Maybe use 1 b port as input for sensing if the motor is running...


----------



## ElectriCar (Jun 15, 2008)

How's it coming Mr2? Been a few weeks now.


----------



## alexcrouse (Mar 16, 2009)

mr2 said:


> No, the motor that has been tested is only 1 phase. http://www.torin-sifan.com/display.asp?product=131




That's a DC motor....


----------



## ElectriCar (Jun 15, 2008)

Are saying single phase is DC? If so you're incorrect. 120V motors are single phase as are 208V and 480V motors that have only TWO WIRES. That's single phase. There also is no such thing as two phase. It's either single phase or three phase and of course there's DC.


----------



## alexcrouse (Mar 16, 2009)

ElectriCar said:


> Are saying single phase is DC? If so you're incorrect. 120V motors are single phase as are 208V and 480V motors that have only TWO WIRES. That's single phase. There also is no such thing as two phase. It's either single phase or three phase and of course there's DC.


That motor is listed on their website as DC, PWM control.


----------



## DavidDymaxion (Dec 1, 2008)

Actually there are 2 phase motors. The second phase is driven by a capacitor, causes a delay for that phase, just to get the motor started. Then it is primarily a single phase motor once running.

You wouldn't do a 2 phase motor in an EV because it would take 8 switches. Doing 3 phases takes just 6, because you can hook the field coils together in a star or delta arrangement. There might be some esoteric math thing with the phases, too, any comments on that Major?


ElectriCar said:


> Are saying single phase is DC? If so you're incorrect. 120V motors are single phase as are 208V and 480V motors that have only TWO WIRES. That's single phase. There also is no such thing as two phase. It's either single phase or three phase and of course there's DC.


----------



## alexcrouse (Mar 16, 2009)

DavidDymaxion said:


> Actually there are 2 phase motors. The second phase is driven by a capacitor, causes a delay for that phase, just to get the motor started. Then it is primarily a single phase motor once running.
> 
> You wouldn't do a 2 phase motor in an EV because it would take 8 switches. Doing 3 phases takes just 6, because you can hook the field coils together in a star or delta arrangement. There might be some esoteric math thing with the phases, too, any comments on that Major?


Correct.

To All:
But as i said, that motor is a 24v DC according to the manufacturer. I know more about motors than most people, and i am NOT saying that DC = Single Phase, just to clarify. That motor is DC, NOT Single Phase. At least that's what the maker says.


----------



## Dan Hawkins (Jan 3, 2010)

alexcrouse said:


> Correct.
> 
> To All:
> But as i said, that motor is a 24v DC according to the manufacturer. I know more about motors than most people, and i am NOT saying that DC = Single Phase, just to clarify. That motor is DC, NOT Single Phase. At least that's what the maker says.
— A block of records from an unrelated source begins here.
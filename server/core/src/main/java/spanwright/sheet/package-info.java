/**
 * As-built splice sheets: what a clerk writes of one enclosure, a line a range, read into joints and states of ends and
 * written out of them. The notation is in {@code docs/RECORDS-DESK.md}.
 *
 * <p>Invariants:
 *
 * <ol>
 *   <li>A sheet states what is true of the ends that it names; of the others it says nothing.
 *   <li>What cannot be understood is a {@link spanwright.sheet.Mistake} with its place and what would be right; nothing
 *       is guessed, and nothing that was written is lost.
 *   <li>What is written out of the records and read again is the same.
 * </ol>
 */
@NullMarked
package spanwright.sheet;

import org.jspecify.annotations.NullMarked;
Well Yah, but did the maker ace Mensa?


----------



## alexcrouse (Mar 16, 2009)

Dan Hawkins said:


> Well Yah, but did the maker ace Mensa?


Doubt it. But i got a 134. Not bad at all. 

Also, i can spell to save my life.


----------



## major (Apr 4, 2008)

DavidDymaxion said:


> Actually there are 2 phase motors. The second phase is driven by a capacitor, causes a delay for that phase, just to get the motor started. Then it is primarily a single phase motor once running.
> 
> You wouldn't do a 2 phase motor in an EV because it would take 8 switches. Doing 3 phases takes just 6, because you can hook the field coils together in a star or delta arrangement. There might be some esoteric math thing with the phases, too, any comments on that Major?


Hi Dav,

Yep, we used 2 phase machines in my power conversion labs in college. Had a 2 phase source. Same theory holds. Machines can be designed for practically any number of phases. 3 phase has the clear advantage, as you point out 

Regards,

major


----------



## ElectriCar (Jun 15, 2008)

Not to be argumentative but in a three phase system, a motor may have two of the three power legs connected to it but it is still considered single phase power unless all three phases are connected to it. 

In a 240V residential AC unit compressor for example it will have two legs of power connected to it but actually has three legs coming from the motor. The capacitor via phase shift creates an artificial third leg. I don't work with HVAC engineers and never had the need to know if that type motor was technically a three phase but it does have three windings so I'd assume it is, though it is universally known as a single phase compressor motor being it is in a single phase condensing unit.

In American homes you have two hot wires and a neutral/ground leg. If you tell an engineer it has two phase power he may laugh at you but he will know that you're talking about what is universally known in the industry as single phase power. If you look on the application for power for new construction, the form for the local power company will have the option for single phase or three phase, not two phase.


----------



## jeremyjs (Sep 22, 2010)

I thought 2 phase was basically what your standard 220v outlet is?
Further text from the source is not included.